被称作“第一公子”的男子喝道:“好个‘降龙伏魔杵’,内力气势比少林正宗‘无’字辈大师,甚犹有过之!”
拳,刚坚依旧。
锅,却也丝毫无损。
“第一公子”犹自摇头晃脑道:“天寒秋萧一猛拳,不如突来一品锅。”
肥胖男怒瞪身边黝黑精壮男子:“妈你个八子,死炭头,管啥闲事?!”
“没什么,”黝黑精壮男子道:“只是天气确实正得很,我在一旁冷得要死,听你跟一爷的风凉话,就是不爽,所以也不想你杀那小子!”
肥胖男哼哼反笑道:“别以为你有饕餮公撑腰,我就会怕了你!炭头!”
被叫做炭头的男子反唇相讥:“岂敢岂敢,女菩萨座下首席萝卜,我还惹不起。
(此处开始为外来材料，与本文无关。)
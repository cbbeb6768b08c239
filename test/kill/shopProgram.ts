/**
 * A shop at work: changes its lists, keeps cards, has things posted, and says of each change that
 * it was kept, once it was. It goes on until it is killed.
 */
import { writeSync } from 'node:fs';
import { reminderEffects } from '../../commands/knurl/questions/effects.ts';
import { queued } from '../../src/desk/queued.ts';
import {
  addTo,
  approveStandard,
  confirmResult,
  correctResult,
  enterShop,
  findIn,
  importSheet,
  keepCard,
  latestResults,
  listOf,
  logResult,
  once,
  openOutbox,
  openReminders,
  queueEffects,
  type ResultContent,
  removeFrom,
  type ShopChange,
  saveStandard,
  WHEEL_SHEET,
  WHEELS,
  withdrawResult,
} from '../../src/shop/index.ts';
import { openStore, type StorePlace } from '../../src/store/index.ts';
import { CARD, SETUP_CARD, STRAIGHT } from '../shop/contract/samples.ts';
import { grown, keptFor } from '../support/results.ts';
import { requestOf } from '../support/setupRequest.ts';
import { draftOf } from '../support/standards.ts';
import { WORDS } from '../support/words.ts';
import { type Did, TALLY, WORN } from './did.ts';
import { postTo } from './post.ts';
import { questionOne } from './questions.ts';

type Told = { readonly place: StorePlace; readonly receiver: string; readonly run: string };
const { place, receiver, run } = JSON.parse(process.argv[2] ?? '') as Told;

const store = await openStore(place, { connections: 4 });
const outbox = openOutbox(store, {
  worker: run,
  deliver: postTo(receiver),
  now: Date.now,
  leaseMs: 1500,
  pollMs: 50,
  concurrency: 3,
});

/** The part whose standard is approved again and again. */
const PART = 'TH-2041-B';

/** The next revision of one part's standard, proposed and approved over the one before it. */
const approveNext = async (change: ShopChange): Promise<Pick<Did, 'cards' | 'approved'>> => {
  const { id, code } = await keepCard(change, SETUP_CARD);
  const proposed = await saveStandard(change, await draftOf(change, PART, id), 'propose');
  if (!proposed.ok) return { cards: [code], approved: [] };
  const which = { part: PART, revision: proposed.value.revision.number, reviewMonths: null };
  const approved = await approveStandard(change, which);
  if (!approved.ok) throw new Error(`not approved: ${approved.refusal.code}`);
  return { cards: [code], approved: [approved.value.revision.id] };
};

/** Every question that waits has waited long enough to come up once more. */
const reminders = openReminders(store, {
  now: () => Date.now() + 5 * 3_600_000,
  words: WORDS,
  effectsOf: async (view, putUp) => (await reminderEffects(view, putUp)).map(queued),
});

/** The kinds of change in their turn; those that build on each other come more often. */
const TURNS = [0, 6, 1, 6, 2, 3, 6, 4, 5, 7] as const;

/** One of several kinds of change; what it did, and what is to happen because of it. */
const doSomething = async (change: ShopChange, interaction: string, kind: number): Promise<Did> => {
  const name = `wheel ${interaction}`;
  const key = `${interaction} post`;
  const did: Did = {
    interaction,
    wheels: [],
    removed: [],
    cards: [],
    results: [],
    withdrawn: [],
    approved: [],
    asked: [],
    answered: [],
    solved: [],
    effects: [key],
  };
  switch (kind) {
    case 0: {
      const added = await addTo(change, WHEELS, { ...STRAIGHT, name });
      return added.ok ? { ...did, wheels: [added.value.id] } : did;
    }
    case 1: {
      const rows = [1, 2, 3].map((row) => `${name} ${row},straight,21 tpi`);
      const file = ['name,form,pitch', ...rows].join('\n');
      await importSheet(change, WHEELS, WHEEL_SHEET, file, { units: 'mm' });
      const wheels: string[] = [];
      for (const row of [1, 2, 3]) {
        const wheel = await findIn(change, WHEELS, `${name} ${row}`);
        if (wheel.ok) wheels.push(wheel.value.id);
      }
      return { ...did, wheels };
    }
    case 2: {
      const [wheel] = (await listOf(change, WHEELS)).filter(
        ({ name: called }) => called !== TALLY && called !== WORN,
      );
      if (wheel === undefined) return did;
      const removed = await removeFrom(change, WHEELS, wheel.id, { evenInUse: true });
      return removed.ok ? { ...did, removed: [wheel.id] } : did;
    }
    case 3:
      return await logOne(change, did);
    case 4:
      return await changeOne(change, did);
    case 5:
      return { ...did, ...(await approveNext(change)), effects: [key, `${interaction} pin`] };
    case 6:
      return await questionOne(change, did);
    default: {
      const { code } = await keepCard(change, CARD);
      return { ...did, cards: [code], effects: [key, `${interaction} pin`] };
    }
  }
};

/** A part that came out, most of them as expected. */
const somePart = (): ResultContent => ({
  ...grown(Math.random() < 0.1 ? 1.6 : 0.85 + Math.random() / 5),
  partsRun: Math.floor(Math.random() * 50),
});

const logOne = async (change: ShopChange, did: Did): Promise<Did> => {
  const wheel = await findIn(change, WHEELS, WORN);
  if (!wheel.ok) return did;
  const card = await keptFor(change, requestOf(), wheel.value.id);
  const logged = await logResult(change, card, somePart());
  return logged.ok ? { ...did, cards: [card.code], results: [logged.value.result.id] } : did;
};

/** The last result is corrected, confirmed or taken back. */
const changeOne = async (change: ShopChange, did: Did): Promise<Did> => {
  const [last] = await latestResults(change, { limit: 1 });
  if (last === undefined) return did;
  switch (Math.floor(Math.random() * 3)) {
    case 0:
      await correctResult(change, last, somePart());
      return did;
    case 1:
      await confirmResult(change, last);
      return did;
    default: {
      const withdrawn = await withdrawResult(change, last);
      return withdrawn.ok ? { ...did, withdrawn: [last.id] } : did;
    }
  }
};

/** Everything in one change: the thing itself, one more on the tally, and what is to be posted. */
const act = (interaction: string, kind: number): Promise<Did> =>
  store.transact(async (tx) => {
    const shop = { platform: 'terminal', id: 'killed', name: 'Killed' };
    const who = { id: 'kim', name: 'Kim', groups: [], manages: null };
    const { change } = await enterShop(tx, WORDS, shop, who, Date.now());
    const { answer } = await once(change, interaction, async () => {
      const did = await doSomething(change, interaction, kind);
      const [post = ''] = did.effects;
      const pin = did.effects.find((each) => each.endsWith(' pin'));
      await queueEffects(change, [
        { key: post, effect: { post } },
        ...(pin === undefined ? [] : [{ key: pin, effect: { pin: post }, after: post }]),
      ]);
      await tx
        .updateTable('wheel')
        .set((eb) => ({ parts_run: eb('parts_run', '+', 1) }))
        .where('name', '=', TALLY)
        .execute();
      return did;
    });
    return answer;
  });

/** Straight to the pipe: what was said is said, whatever happens in the next moment. */
const say = (line: string): void => {
  writeSync(1, `${line}\n`);
};

outbox.start();
say('ready');
// Each life begins with another kind of change: however short they are, all kinds have their turn.
const first = Number(run.replace(/\D/gu, ''));
for (let at = 0; ; at += 1) {
  await reminders.remindDue();
  const did = await act(`${run}.${at}`, TURNS[(first + at) % TURNS.length] ?? 0);
  outbox.nudge();
  say(`kept ${JSON.stringify(did)}`);
  await new Promise((resolve) => setTimeout(resolve, Math.random() * 6));
}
”
肥胖男口气阴森道:“是罗汉!”
黝黑肤色的男子语气也不善:“圆胖白嫩鸡窝头,好笑的是,爷您的头发还是绿色的,您自个儿瞧瞧,跟我手上这只萝卜有啥不同?”
没人看清楚男子如何出手,但手上的确赫然一个白嫩肥饱的白萝卜。
第一公子微微一笑,道:“两位给我小弟一点面子,你们一个在饕餮公座下负责火工,‘火工大厨’名汇,宫中谁人不晓?一个是女菩萨底下万色楼三当家,‘金虹状元’也是鼎鼎大名,在下都佩服的紧,以和为贵阿。”
‘火工大厨’宋火、‘金虹状元’秋易,听了话脸色缓和许多。